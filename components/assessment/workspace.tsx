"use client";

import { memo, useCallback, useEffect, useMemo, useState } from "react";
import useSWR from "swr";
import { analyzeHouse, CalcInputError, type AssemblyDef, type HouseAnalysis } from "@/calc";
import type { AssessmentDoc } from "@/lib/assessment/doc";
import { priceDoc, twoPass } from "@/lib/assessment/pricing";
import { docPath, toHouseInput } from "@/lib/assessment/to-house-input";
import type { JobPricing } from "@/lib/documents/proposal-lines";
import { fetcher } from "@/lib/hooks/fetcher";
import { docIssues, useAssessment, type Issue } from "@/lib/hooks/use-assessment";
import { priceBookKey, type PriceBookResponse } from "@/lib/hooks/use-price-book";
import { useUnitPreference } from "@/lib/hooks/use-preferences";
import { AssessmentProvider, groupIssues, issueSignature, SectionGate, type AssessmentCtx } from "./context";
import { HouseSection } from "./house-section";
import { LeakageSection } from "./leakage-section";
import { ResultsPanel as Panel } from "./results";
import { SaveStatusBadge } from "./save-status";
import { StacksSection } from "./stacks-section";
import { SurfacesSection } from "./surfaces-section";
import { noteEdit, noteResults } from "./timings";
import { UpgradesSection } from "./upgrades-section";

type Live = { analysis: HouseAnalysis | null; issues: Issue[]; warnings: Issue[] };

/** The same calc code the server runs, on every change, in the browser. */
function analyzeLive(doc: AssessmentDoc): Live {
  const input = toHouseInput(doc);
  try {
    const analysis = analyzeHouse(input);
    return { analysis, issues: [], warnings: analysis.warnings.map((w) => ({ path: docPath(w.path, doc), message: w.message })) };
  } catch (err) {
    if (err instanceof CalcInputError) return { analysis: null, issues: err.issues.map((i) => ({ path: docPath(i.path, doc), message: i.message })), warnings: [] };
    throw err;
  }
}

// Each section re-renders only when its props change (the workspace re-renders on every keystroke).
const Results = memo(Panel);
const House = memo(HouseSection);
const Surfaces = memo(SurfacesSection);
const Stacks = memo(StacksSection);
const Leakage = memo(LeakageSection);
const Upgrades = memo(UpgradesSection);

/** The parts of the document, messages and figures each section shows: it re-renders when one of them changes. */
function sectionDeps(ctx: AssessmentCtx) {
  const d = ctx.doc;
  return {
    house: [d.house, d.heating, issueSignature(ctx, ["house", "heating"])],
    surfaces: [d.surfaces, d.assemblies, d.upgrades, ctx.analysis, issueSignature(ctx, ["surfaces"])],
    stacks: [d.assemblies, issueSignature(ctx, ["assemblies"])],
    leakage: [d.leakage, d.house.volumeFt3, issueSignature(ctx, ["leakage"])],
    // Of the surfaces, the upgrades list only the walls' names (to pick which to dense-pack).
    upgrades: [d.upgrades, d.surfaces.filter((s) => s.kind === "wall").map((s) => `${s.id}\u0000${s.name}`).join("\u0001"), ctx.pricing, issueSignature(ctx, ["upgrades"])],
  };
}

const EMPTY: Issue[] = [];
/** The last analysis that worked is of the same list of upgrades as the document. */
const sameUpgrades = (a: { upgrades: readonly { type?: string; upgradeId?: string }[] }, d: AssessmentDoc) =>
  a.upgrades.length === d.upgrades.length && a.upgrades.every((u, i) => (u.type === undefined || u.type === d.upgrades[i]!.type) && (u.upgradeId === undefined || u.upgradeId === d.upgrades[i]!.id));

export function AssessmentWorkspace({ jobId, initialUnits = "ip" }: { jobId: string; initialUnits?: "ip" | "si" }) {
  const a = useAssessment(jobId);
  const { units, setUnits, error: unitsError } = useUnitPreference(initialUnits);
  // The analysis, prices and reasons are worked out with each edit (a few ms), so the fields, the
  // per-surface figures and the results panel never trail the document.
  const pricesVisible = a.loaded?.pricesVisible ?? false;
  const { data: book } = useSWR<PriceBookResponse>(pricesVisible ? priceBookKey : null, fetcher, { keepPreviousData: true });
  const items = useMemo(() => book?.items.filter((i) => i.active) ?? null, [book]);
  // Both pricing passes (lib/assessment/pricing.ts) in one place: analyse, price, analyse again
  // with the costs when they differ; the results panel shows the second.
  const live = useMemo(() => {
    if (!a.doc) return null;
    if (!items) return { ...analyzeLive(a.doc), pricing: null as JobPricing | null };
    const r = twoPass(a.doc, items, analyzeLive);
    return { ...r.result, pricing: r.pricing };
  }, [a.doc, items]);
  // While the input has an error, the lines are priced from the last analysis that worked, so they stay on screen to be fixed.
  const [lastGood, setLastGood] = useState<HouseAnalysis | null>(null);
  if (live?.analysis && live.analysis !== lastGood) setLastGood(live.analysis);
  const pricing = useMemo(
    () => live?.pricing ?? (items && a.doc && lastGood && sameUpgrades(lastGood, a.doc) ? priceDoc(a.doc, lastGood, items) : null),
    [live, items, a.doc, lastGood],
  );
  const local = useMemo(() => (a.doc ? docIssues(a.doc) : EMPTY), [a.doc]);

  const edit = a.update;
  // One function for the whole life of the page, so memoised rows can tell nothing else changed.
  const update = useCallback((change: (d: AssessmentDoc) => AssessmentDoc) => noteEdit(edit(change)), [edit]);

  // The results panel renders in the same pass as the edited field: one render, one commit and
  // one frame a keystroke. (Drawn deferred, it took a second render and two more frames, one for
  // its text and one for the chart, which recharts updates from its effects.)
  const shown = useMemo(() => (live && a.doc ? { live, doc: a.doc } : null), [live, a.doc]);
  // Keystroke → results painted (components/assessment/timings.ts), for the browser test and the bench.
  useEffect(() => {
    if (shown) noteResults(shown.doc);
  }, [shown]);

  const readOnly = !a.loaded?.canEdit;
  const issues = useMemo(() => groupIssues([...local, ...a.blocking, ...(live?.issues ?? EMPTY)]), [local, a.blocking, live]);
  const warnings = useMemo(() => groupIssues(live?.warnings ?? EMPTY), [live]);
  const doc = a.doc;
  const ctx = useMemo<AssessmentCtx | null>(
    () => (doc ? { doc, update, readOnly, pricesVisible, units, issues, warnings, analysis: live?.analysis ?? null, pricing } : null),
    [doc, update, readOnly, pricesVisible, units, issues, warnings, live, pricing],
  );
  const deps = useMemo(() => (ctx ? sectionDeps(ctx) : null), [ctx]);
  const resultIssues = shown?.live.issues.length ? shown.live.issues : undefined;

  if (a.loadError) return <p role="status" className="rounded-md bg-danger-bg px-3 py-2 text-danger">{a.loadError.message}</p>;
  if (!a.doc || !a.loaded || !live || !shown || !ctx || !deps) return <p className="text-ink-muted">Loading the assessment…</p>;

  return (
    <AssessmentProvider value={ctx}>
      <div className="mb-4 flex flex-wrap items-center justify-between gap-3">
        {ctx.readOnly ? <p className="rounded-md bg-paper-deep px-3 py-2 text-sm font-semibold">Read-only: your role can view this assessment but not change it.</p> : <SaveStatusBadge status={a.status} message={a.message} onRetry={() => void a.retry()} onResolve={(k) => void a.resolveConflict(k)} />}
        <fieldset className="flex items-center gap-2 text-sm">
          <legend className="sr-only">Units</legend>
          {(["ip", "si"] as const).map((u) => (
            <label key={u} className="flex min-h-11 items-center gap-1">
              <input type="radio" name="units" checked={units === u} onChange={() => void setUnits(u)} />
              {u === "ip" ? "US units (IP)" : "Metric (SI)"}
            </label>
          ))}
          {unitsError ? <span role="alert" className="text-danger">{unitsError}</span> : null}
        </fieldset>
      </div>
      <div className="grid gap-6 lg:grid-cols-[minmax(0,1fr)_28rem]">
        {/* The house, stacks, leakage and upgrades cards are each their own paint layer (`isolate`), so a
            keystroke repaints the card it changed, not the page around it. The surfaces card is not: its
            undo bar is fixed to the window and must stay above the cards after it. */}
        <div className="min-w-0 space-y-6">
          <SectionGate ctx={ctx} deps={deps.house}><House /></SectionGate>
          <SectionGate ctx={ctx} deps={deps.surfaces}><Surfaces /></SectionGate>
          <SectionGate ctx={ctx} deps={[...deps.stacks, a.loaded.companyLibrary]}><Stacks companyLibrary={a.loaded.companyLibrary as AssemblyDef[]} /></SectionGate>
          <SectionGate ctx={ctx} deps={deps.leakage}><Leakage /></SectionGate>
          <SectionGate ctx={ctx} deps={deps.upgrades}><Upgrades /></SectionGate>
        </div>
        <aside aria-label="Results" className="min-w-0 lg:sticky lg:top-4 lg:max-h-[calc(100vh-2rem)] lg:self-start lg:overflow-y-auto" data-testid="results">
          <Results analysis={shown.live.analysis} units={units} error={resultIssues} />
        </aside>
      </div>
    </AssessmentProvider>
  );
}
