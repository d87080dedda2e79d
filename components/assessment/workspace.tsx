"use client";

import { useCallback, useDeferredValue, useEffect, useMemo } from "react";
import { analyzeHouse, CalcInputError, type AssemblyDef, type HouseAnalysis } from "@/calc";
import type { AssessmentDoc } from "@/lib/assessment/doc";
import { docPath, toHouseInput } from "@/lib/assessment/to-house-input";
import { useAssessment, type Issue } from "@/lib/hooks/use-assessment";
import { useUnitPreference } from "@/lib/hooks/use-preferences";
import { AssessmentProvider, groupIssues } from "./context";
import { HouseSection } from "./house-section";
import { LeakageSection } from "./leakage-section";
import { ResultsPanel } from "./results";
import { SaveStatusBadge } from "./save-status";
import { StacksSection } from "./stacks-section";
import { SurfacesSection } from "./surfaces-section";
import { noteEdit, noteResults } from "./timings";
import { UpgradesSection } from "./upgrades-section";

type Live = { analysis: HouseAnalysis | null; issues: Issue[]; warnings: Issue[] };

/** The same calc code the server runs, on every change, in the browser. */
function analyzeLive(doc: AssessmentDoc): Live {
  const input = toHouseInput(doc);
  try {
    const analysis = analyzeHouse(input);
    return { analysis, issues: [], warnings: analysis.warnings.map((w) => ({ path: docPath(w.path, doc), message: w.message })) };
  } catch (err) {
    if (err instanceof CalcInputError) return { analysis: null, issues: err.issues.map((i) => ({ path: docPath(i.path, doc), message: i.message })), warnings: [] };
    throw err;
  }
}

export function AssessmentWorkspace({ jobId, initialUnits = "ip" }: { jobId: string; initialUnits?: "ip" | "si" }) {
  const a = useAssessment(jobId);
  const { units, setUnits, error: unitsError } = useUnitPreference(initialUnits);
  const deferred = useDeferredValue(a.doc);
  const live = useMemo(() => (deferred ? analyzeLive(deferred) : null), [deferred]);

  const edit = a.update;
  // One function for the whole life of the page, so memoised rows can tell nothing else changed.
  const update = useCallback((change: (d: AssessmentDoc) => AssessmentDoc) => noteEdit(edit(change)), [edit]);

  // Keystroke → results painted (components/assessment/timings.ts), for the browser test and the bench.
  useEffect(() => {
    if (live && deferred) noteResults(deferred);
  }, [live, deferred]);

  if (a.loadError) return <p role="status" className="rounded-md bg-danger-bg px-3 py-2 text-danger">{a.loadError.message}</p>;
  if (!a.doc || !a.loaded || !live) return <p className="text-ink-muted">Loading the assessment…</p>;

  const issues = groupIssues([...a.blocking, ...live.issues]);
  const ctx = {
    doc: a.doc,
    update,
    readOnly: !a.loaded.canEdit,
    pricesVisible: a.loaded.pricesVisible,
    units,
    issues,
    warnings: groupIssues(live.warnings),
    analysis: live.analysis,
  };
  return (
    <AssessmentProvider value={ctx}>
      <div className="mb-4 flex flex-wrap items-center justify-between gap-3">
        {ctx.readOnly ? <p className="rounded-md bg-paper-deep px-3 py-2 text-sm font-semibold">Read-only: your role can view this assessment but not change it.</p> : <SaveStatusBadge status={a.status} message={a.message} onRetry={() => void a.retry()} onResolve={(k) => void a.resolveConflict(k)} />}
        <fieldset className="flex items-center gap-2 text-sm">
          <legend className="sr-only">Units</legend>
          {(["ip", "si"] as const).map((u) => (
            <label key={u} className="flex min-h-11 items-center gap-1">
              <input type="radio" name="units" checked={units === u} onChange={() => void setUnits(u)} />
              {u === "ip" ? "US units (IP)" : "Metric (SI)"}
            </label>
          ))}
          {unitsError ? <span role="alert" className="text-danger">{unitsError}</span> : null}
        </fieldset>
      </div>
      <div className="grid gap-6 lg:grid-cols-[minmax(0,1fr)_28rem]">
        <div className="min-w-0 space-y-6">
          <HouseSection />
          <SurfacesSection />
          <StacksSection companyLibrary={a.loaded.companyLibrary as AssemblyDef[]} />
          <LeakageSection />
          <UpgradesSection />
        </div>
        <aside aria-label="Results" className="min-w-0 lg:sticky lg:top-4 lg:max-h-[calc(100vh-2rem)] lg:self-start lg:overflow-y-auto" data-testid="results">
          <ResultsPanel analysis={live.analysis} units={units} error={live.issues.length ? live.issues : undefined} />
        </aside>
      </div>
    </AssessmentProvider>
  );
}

══════════════════════════════

YOUR TASK ▸
Please copy the lines in the records above between the one holding "const Surfaces = memo(SurfacesSection);" and the one holding "useSWR<PriceBookResponse>(pricesVisible ? priceBookKey", inclusive, exactly and with no other line.

SOLUTION TO THIS TASK ▸
const Surfaces = memo(SurfacesSection);
const Stacks = memo(StacksSection);
const Leakage = memo(LeakageSection);
const Upgrades = memo(UpgradesSection);

/** The parts of the document, messages and figures each section shows: it re-renders when one of them changes. */
function sectionDeps(ctx: AssessmentCtx) {
  const d = ctx.doc;
  return {
    house: [d.house, d.heating, issueSignature(ctx, ["house", "heating"])],
    surfaces: [d.surfaces, d.assemblies, d.upgrades, ctx.analysis, issueSignature(ctx, ["surfaces"])],
    stacks: [d.assemblies, issueSignature(ctx, ["assemblies"])],
    leakage: [d.leakage, d.house.volumeFt3, issueSignature(ctx, ["leakage"])],
    // Of the surfaces, the upgrades list only the walls' names (to pick which to dense-pack).
    upgrades: [d.upgrades, d.surfaces.filter((s) => s.kind === "wall").map((s) => `${s.id}\u0000${s.name}`).join("\u0001"), ctx.pricing, issueSignature(ctx, ["upgrades"])],
  };
}

const EMPTY: Issue[] = [];
/** The last analysis that worked is of the same list of upgrades as the document. */
const sameUpgrades = (a: { upgrades: readonly { type?: string; upgradeId?: string }[] }, d: AssessmentDoc) =>
  a.upgrades.length === d.upgrades.length && a.upgrades.every((u, i) => (u.type === undefined || u.type === d.upgrades[i]!.type) && (u.upgradeId === undefined || u.upgradeId === d.upgrades[i]!.id));

export function AssessmentWorkspace({ jobId, initialUnits = "ip" }: { jobId: string; initialUnits?: "ip" | "si" }) {
  const a = useAssessment(jobId);
  const { units, setUnits, error: unitsError } = useUnitPreference(initialUnits);
  // The analysis, prices and reasons are worked out with each edit (a few ms), so the fields, the
  // per-surface figures and the results panel never trail the document.
  const pricesVisible = a.loaded?.pricesVisible ?? false;
  const { data: book } = useSWR<PriceBookResponse>(pricesVisible ? priceBookKey : null, fetcher, { keepPreviousData: true });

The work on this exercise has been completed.